# The problem
Go through the data and copy every line in which "LittleEndian" appears.

[Entries taken from a collection]
package rolling_test

import (
	"encoding/binary"
	"errors"
	"maps"
	"math"
	"math/big"
	"math/rand/v2"
	"slices"
	"testing"
	"time"

	"driftfit/rolling"
)

var defaultSpecs = []rolling.WindowSpec{
	{Span: 24 * time.Hour, Pane: time.Hour},
	{Span: 30 * 24 * time.Hour, Pane: 24 * time.Hour},
}

// copyState writes every pane of src through AppendPane, in key order per
// width as a store returns them, and loads it into a new sensor.
func copyState(t *testing.T, src *rolling.Sensor, keys []rolling.PaneKey) *rolling.Sensor {
	t.Helper()
	slices.SortFunc(keys, func(a, b rolling.PaneKey) int {
		if a.Width != b.Width {
			return int(a.Width - b.Width)
		}
		return int(a.Index - b.Index)
	})
	dst := newSensor(t, defaultSpecs...)
	for _, k := range keys {
		data := src.AppendPane(nil, k)
		if len(data) == 0 {
			continue // slid out since it was recorded
		}
		if err := dst.LoadPane(k, data); err != nil {
			t.Fatalf("LoadPane(%v): %v", k, err)
		}
	}
	return dst
}

func sameSolutions(t *testing.T, a, b *rolling.Sensor) {
	t.Helper()
	for i := range a.Windows() {
		sa, sb := a.Solve(i), b.Solve(i)
		for _, m := range rolling.Models {
			fa, fb := sa.Fit(m), sb.Fit(m)
			if fa.Err != fb.Err || fa.N != fb.N || fa.Coef != fb.Coef || fa.SE != fb.SE || fa.Cov != fb.Cov ||
				math.Float64bits(fa.ResidSD) != math.Float64bits(fb.ResidSD) || math.Float64bits(fa.R2) != math.Float64bits(fb.R2) {
				t.Fatalf("window %d %v differs:\n%+v\n%+v", i, m, *fa, *fb)
			}
		}
	}
}

// TestSensor_PaneState_RoundTrip checks that saving the changed panes after
// every batch of readings and loading them into a fresh sensor restores it
// exactly, including panes with readings ≤ 0 and out-of-order readings.
func TestSensor_PaneState_RoundTrip(t *testing.T) {
	seed := uint64(99)
	t.Logf("seed %d", seed)
	rng := rand.New(rand.NewPCG(seed, 0))
	live := newSensor(t, defaultSpecs...)
	saved := map[rolling.PaneKey]bool{}
	tn := t2026
	for batch := range 200 {
		for range 50 {
			tn += rng.Int64N(int64(40 * time.Minute))
			at := tn - rng.Int64N(int64(3*time.Hour)) // some arrive late
			v := 1 + rng.NormFloat64()                // some are ≤ 0
			if err := live.Add(rolling.Reading{UnixNano: at, Value: v}); err != nil && !errors.Is(err, rolling.ErrTooOld) {
				t.Fatal(err)
			}
		}
		live.Changed(func(k rolling.PaneKey) { saved[k] = true })
		live.MarkSaved()
		if batch%50 == 49 {
			keys := make([]rolling.PaneKey, 0, len(saved))
			for k := range saved {
				keys = append(keys, k)
			}
			sameSolutions(t, live, copyState(t, live, keys))
		}
	}
	n := 0
	live.Changed(func(rolling.PaneKey) { n++ })
	if n != 0 {
		t.Errorf("Changed after MarkSaved reported %d panes", n)
	}
}

func TestSensor_LoadPane_Rejects(t *testing.T) {
	s := newSensor(t, defaultSpecs...)
	for i := range 30 {
		if err := s.Add(rolling.Reading{UnixNano: t2026 + int64(i)*int64(time.Hour), Value: float64(i)}); err != nil {
			t.Fatal(err)
		}
	}
	key := rolling.PaneKey{Width: time.Hour, Index: t2026/int64(time.Hour) + 29}
	good := s.AppendPane(nil, key)
	if len(good) != 160 {
		t.Fatalf("pane encoding is %d bytes, want 160", len(good))
	}
	flip := func(off int, b byte) []byte { d := slices.Clone(good); d[off] ^= b; return d }
	nan := slices.Clone(good)
	copy(nan[24:], []byte{0, 0, 0, 0, 0, 0, 0xf8, 0x7f}) // y0 = NaN
	huge := slices.Clone(good)
	binary.LittleEndian.PutUint64(huge[24:], math.Float64bits(1e146)) // y0 beyond MaxValue
	cases := []struct {
		name string
		key  rolling.PaneKey
		data []byte
		want error
	}{
		{"short", key, good[:100], rolling.ErrBadPane},
		{"nan", key, nan, rolling.ErrBadPane},
		{"value beyond MaxValue", key, huge, rolling.ErrBadPane},
		{"time outside pane", key, flip(7, 0x40), rolling.ErrBadPane},
		{"wrong index", rolling.PaneKey{Width: time.Hour, Index: key.Index + 1}, good, rolling.ErrBadPane},
		{"unknown width", rolling.PaneKey{Width: time.Minute, Index: key.Index}, good, rolling.ErrBadSpec},
	}
	for _, tc := range cases {
		t.Run(tc.name, func(t *testing.T) {
			d := newSensor(t, defaultSpecs...)
			if err := d.LoadPane(tc.key, tc.data); !errors.Is(err, tc.want) {
				t.Errorf("LoadPane = %v, want %v", err, tc.want)
			}
		})
	}
	// A pane older than the ring once newer ones are loaded is stale.
	d := newSensor(t, defaultSpecs...)
	if err := d.LoadPane(key, good); err != nil {
		t.Fatal(err)
	}
	old := newSensor(t, defaultSpecs...)
	if err := old.Add(rolling.Reading{UnixNano: t2026, Value: 1}); err != nil {
		t.Fatal(err)
	}
	oldKey := rolling.PaneKey{Width: time.Hour, Index: t2026 / int64(time.Hour)}
	if err := d.LoadPane(oldKey, old.AppendPane(nil, oldKey)); !errors.Is(err, rolling.ErrTooOld) {
		t.Errorf("LoadPane of a pane 29 h older than the newest = %v, want ErrTooOld", err)
	}
}

// FuzzLoadPane checks that stored bytes never panic the decoder and that
// whatever it accepts re-encodes to the same bytes.
func FuzzLoadPane(f *testing.F) {
	s, _ := rolling.NewSensor(defaultSpecs...)
	for i := range 5 {
		_ = s.Add(rolling.Reading{UnixNano: t2026 + int64(i)*int64(10*time.Minute), Value: float64(i) - 1})
	}
	key := rolling.PaneKey{Width: time.Hour, Index: t2026 / int64(time.Hour)}
	f.Add(int64(key.Index), s.AppendPane(nil, key))
	f.Add(int64(0), make([]byte, 160))
	lk := rolling.PaneKey{Width: time.Hour, Index: t2026/int64(time.Hour) + 2}
	f.Add(lk.Index, legacyPane(lk, []rolling.Reading{{UnixNano: lk.Index*int64(time.Hour) + 5, Value: 2}, {UnixNano: lk.Index*int64(time.Hour) + 9e11, Value: 3}}))
	f.Add(int64(0), make([]byte, 128))
	f.Fuzz(func(t *testing.T, index int64, data []byte) {
		d, _ := rolling.NewSensor(defaultSpecs...)
		k := rolling.PaneKey{Width: time.Hour, Index: index}
		if err := d.LoadPane(k, data); err != nil {
			return
		}
		got := d.AppendPane(nil, k)
		if len(data) == 128 || len(data) == 144 {
			// The earlier layout loads into the present one; that must
			// then round-trip.
			e, _ := rolling.NewSensor(defaultSpecs...)
			if err := e.LoadPane(k, got); err != nil {
				t.Fatalf("re-encoded legacy pane does not load: %v\n%x", err, got)
			}
			data = e.AppendPane(nil, k)
		}
		if !slices.Equal(got, data) {
			t.Fatalf("re-encoded pane differs:\n%x\n%x", got, data)
		}
		sol := d.Solve(0)
		for _, m := range rolling.Models {
			f := sol.Fit(m)
			for _, v := range append(append(f.Coef[:], f.SE[:]...), f.ResidSD, f.R2, f.Cond) {
				if math.IsNaN(v) {
					t.Fatalf("%v fit has NaN: %+v", m, *f)
				}
			}
		}
	})
}

func TestSensor_Closes(t *testing.T) {
	s := newSensor(t, defaultSpecs...)
	if s.Closes(t2026) != 0 {
		t.Error("an empty sensor has no pane to close")
	}
	_ = s.Add(rolling.Reading{UnixNano: t2026 + int64(30*time.Minute), Value: 1})
	cases := []struct {
		at   int64
		want uint64
	}{
		{t2026 + int64(59*time.Minute), 0},
		{t2026 + int64(time.Hour), 0b01},
		{t2026 + day, 0b11},
		{t2026 - day, 0},
	}
	for _, tc := range cases {
		if got := s.Closes(tc.at); got != tc.want {
			t.Errorf("Closes(+%v) = %b, want %b", time.Duration(tc.at-t2026), got, tc.want)
		}
	}
}

// TestSensor_ClosesEdges checks Closes against its definition, a reading
// in a later pane than the newest (⌊t/w⌋ taken with math/big, so nothing
// can overflow), at the ends of int64 time and across zero.
func TestSensor_ClosesEdges(t *testing.T) {
	floor := func(a, w int64) *big.Int {
		q, m := new(big.Int), new(big.Int)
		q.DivMod(big.NewInt(a), big.NewInt(w), m) // Euclidean: floor for w > 0
		return q
	}
	hour, day := int64(time.Hour), int64(24*time.Hour)
	for _, first := range []int64{math.MinInt64, math.MinInt64 + day, -1, 0, day - 1, math.MaxInt64 - day, math.MaxInt64} {
		s := newSensor(t, defaultSpecs...)
		if err := s.Add(rolling.Reading{UnixNano: first, Value: 1}); err != nil {
			t.Fatalf("Add(%d): %v", first, err)
		}
		for _, d := range []int64{math.MinInt64, -day, -hour, -1, 0, 1, hour - 1, hour, day, math.MaxInt64} {
			at := first + d // wraps on purpose at the ends: any time must do
			var want uint64
			for i, w := range []int64{hour, day} {
				if floor(at, w).Cmp(floor(first, w)) > 0 {
					want |= 1 << i
				}
			}
			if got := s.Closes(at); got != want {
				t.Errorf("after a reading at %d, Closes(%d) = %b, want %b", first, at, got, want)
			}
		}
	}
}

// TestSensor_HorizonMoved checks what a store needs to skip work on a
// commit: Saved only after MarkSaved, and HorizonMoved reports a width
// (with Horizon's index) only while its newest pane differs from the
// one at the last MarkSaved.
func TestSensor_HorizonMoved(t *testing.T) {
	s := newSensor(t, defaultSpecs...)
	moved := func() map[time.Duration]int64 {
		got := map[time.Duration]int64{}
		s.HorizonMoved(func(w time.Duration, oldest int64) { got[w] = oldest })
		return got
	}
	all := func() map[time.Duration]int64 {
		got := map[time.Duration]int64{}
		s.Horizon(func(w time.Duration, oldest int64) { got[w] = oldest })
		return got
	}
	add := func(at int64) {
		t.Helper()
		if err := s.Add(rolling.Reading{UnixNano: at, Value: 1}); err != nil {
			t.Fatal(err)
		}
	}
	if s.Saved() || len(moved()) != 0 {
		t.Fatalf("new sensor: Saved %v, HorizonMoved %v; want false, none (no pane yet)", s.Saved(), moved())
	}
	h := int64(time.Hour)
	base := t2026 - t2026%(24*h) // midnight
	add(base)
	if got, want := moved(), all(); len(want) != 2 || !maps.Equal(got, want) {
		t.Fatalf("before the first MarkSaved: HorizonMoved %v, Horizon %v; want both widths", got, want)
	}
	s.MarkSaved()
	if !s.Saved() || len(moved()) != 0 {
		t.Fatalf("after MarkSaved: Saved %v, HorizonMoved %v; want true, none", s.Saved(), moved())
	}
	add(base + h/2) // same hourly and daily pane
	if len(moved()) != 0 {
		t.Fatalf("a reading in the newest panes moved %v", moved())
	}
	add(base + h) // next hour, same day
	got := moved()
	if len(got) != 1 || got[time.Hour] != all()[time.Hour] {
		t.Fatalf("next hour: HorizonMoved %v, Horizon %v; want the hourly width alone", got, all())
	}
	s.MarkSaved()
	add(base + 24*h) // next day: both move
	if got, want := moved(), all(); !maps.Equal(got, want) || len(got) != 2 {
		t.Fatalf("next day: HorizonMoved %v, want %v", got, want)
	}
}

// TestSensor_WarmChangesNothing checks that Warm, a read for the caches'
// sake, leaves a sensor as it was, fresh or holding panes.
func TestSensor_WarmChangesNothing(t *testing.T) {
	fresh, live := newSensor(t, defaultSpecs...), newSensor(t, defaultSpecs...)
	fresh.Warm()
	n := 0
	fresh.Changed(func(rolling.PaneKey) { n++ })
	if n != 0 || fresh.Saved() {
		t.Fatalf("Warm on a fresh sensor: %d panes changed, saved %v", n, fresh.Saved())
	}
	twin := newSensor(t, defaultSpecs...)
	for i := range 100 {
		r := rolling.Reading{UnixNano: t2026 + int64(i)*int64(17*time.Minute), Value: 1 + float64(i%7)}
		live.Warm()
		for _, s := range []*rolling.Sensor{live, twin} {
			if err := s.Add(r); err != nil {
				t.Fatal(err)
			}
		}
	}
	sameSolutions(t, live, twin)
}

// legacyPane encodes readings of one pane in the earlier 128-byte layout
// (time from the pane's centre, u = (t − k·w)/w − ½, no lag sums), all
// values positive, as the sums were written before.
func legacyPane(key rolling.PaneKey, rs []rolling.Reading) []byte {
	w := int64(key.Width)
	var tmin, tmax int64 = math.MaxInt64, math.MinInt64
	var su, su2, su3, su4, sy, suy, su2y, syy, sl, sul, sll float64
	y0, l0 := rs[0].Value, math.Log(rs[0].Value)
	for _, r := range rs {
		tmin, tmax = min(tmin, r.UnixNano), max(tmax, r.UnixNano)
		u := float64(r.UnixNano-key.Index*w)/float64(w) - 0.5
		dy, dl := r.Value-y0, math.Log(r.Value)-l0
		su, su2, su3, su4 = su+u, su2+u*u, su3+u*u*u, su4+u*u*u*u
		sy, suy, su2y, syy = sy+dy, suy+u*dy, su2y+u*u*dy, syy+dy*dy
		sl, sul, sll = sl+dl, sul+u*dl, sll+dl*dl
	}
	b := binary.LittleEndian.AppendUint64(nil, uint64(tmin))
	b = binary.LittleEndian.AppendUint64(b, uint64(tmax))
	b = binary.LittleEndian.AppendUint32(b, uint32(len(rs)))
	b = binary.LittleEndian.AppendUint32(b, uint32(len(rs)))
	for _, v := range []float64{y0, l0, su, su2, su3, su4, sy, suy, su2y, syy, sl, sul, sll} {
		b = binary.LittleEndian.AppendUint64(b, math.Float64bits(v))
	}
	return b
}

// TestSensor_LoadPane_Legacy checks that panes in the earlier 128-byte
// layout load into the present one: the fit equals that of a sensor fed
// the same readings to 1e-12, and the panes count as unordered (no lag
// pairs), since their order was not recorded.
func TestSensor_LoadPane_Legacy(t *testing.T) {
	seed := uint64(8)
	t.Logf("seed %d", seed)
	rng := rand.New(rand.NewPCG(seed, 0))
	spec := rolling.WindowSpec{Span: 24 * time.Hour, Pane: time.Hour}
	live := newSensor(t, spec)
	loaded := newSensor(t, spec)
	byPane := map[int64][]rolling.Reading{}
	for i := range 24 * 12 {
		r := rolling.Reading{UnixNano: t2026 + int64(i)*int64(5*time.Minute) + rng.Int64N(int64(time.Minute)), Value: 40 + 0.1*float64(i)/12 + rng.NormFloat64()}
		if err := live.Add(r); err != nil {
			t.Fatal(err)
		}
		k := r.UnixNano / int64(time.Hour)
		byPane[k] = append(byPane[k], r)
	}
	keys := slices.Sorted(maps.Keys(byPane))
	for _, k := range keys {
		key := rolling.PaneKey{Width: time.Hour, Index: k}
		data := legacyPane(key, byPane[k])
		if len(data) != 128 {
			t.Fatalf("legacy pane is %d bytes", len(data))
		}
		if err := loaded.LoadPane(key, data); err != nil {
			t.Fatalf("LoadPane(legacy %v): %v", key, err)
		}
	}
	a, b := live.Solve(0), loaded.Solve(0)
	for _, m := range rolling.Models {
		fa, fb := a.Fit(m), b.Fit(m)
		for j := range m.Coefs() {
			if math.Abs(fa.Coef[j]-fb.Coef[j]) > 1e-12*max(math.Abs(fa.Coef[j]), fa.SE[j]) || math.Abs(fa.SE[j]-fb.SE[j]) > 1e-12*fa.SE[j] {
				t.Errorf("%v c%d: legacy %.17g ± %.17g, live %.17g ± %.17g", m, j, fb.Coef[j], fb.SE[j], fa.Coef[j], fa.SE[j])
			}
		}
		if fb.Pairs != 0 || !errors.Is(fb.SerialErr, rolling.ErrSerialUnknown) {
			t.Errorf("%v: legacy panes gave %d pairs (%v), want none", m, fb.Pairs, fb.SerialErr)
		}
	}
}

// FuzzAddSaveLoad checks that whatever Add accepts, the panes it writes
// load again: what a commit writes is what a restore accepts. The input
// is read as (time offset, value) pairs of 16 bytes.
func FuzzAddSaveLoad(f *testing.F) {
	seed := func(vals ...float64) []byte {
		var b []byte
		for i, v := range vals {
			b = binary.LittleEndian.AppendUint64(b, uint64(i)*uint64(7*time.Minute))
			b = binary.LittleEndian.AppendUint64(b, math.Float64bits(v))
		}
		return b
	}
	f.Add(seed(1, 2, 3, -1, 0))
	f.Add(seed(rolling.MaxValue, -rolling.MaxValue, 0, rolling.MaxValue))
	f.Add(seed(1e-300, 5e-324, -1e-200, 1e145, 3))
	f.Fuzz(func(t *testing.T, data []byte) {
		s, _ := rolling.NewSensor(defaultSpecs...)
		for len(data) >= 16 {
			off := int64(binary.LittleEndian.Uint64(data) % uint64(48*time.Hour))
			v := math.Float64frombits(binary.LittleEndian.Uint64(data[8:]))
			data = data[16:]
			_ = s.Add(rolling.Reading{UnixNano: t2026 + off, Value: v})
		}
		var keys []rolling.PaneKey
		s.Changed(func(k rolling.PaneKey) { keys = append(keys, k) })
		sameSolutions(t, s, copyState(t, s, keys))
	})
}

# Result
	binary.LittleEndian.PutUint64(huge[24:], math.Float64bits(1e146)) // y0 beyond MaxValue
	b := binary.LittleEndian.AppendUint64(nil, uint64(tmin))
	b = binary.LittleEndian.AppendUint64(b, uint64(tmax))
	b = binary.LittleEndian.AppendUint32(b, uint32(len(rs)))
	b = binary.LittleEndian.AppendUint32(b, uint32(len(rs)))
		b = binary.LittleEndian.AppendUint64(b, math.Float64bits(v))
			b = binary.LittleEndian.AppendUint64(b, uint64(i)*uint64(7*time.Minute))
			b = binary.LittleEndian.AppendUint64(b, math.Float64bits(v))
			off := int64(binary.LittleEndian.Uint64(data) % uint64(48*time.Hour))
			v := math.Float64frombits(binary.LittleEndian.Uint64(data[8:]))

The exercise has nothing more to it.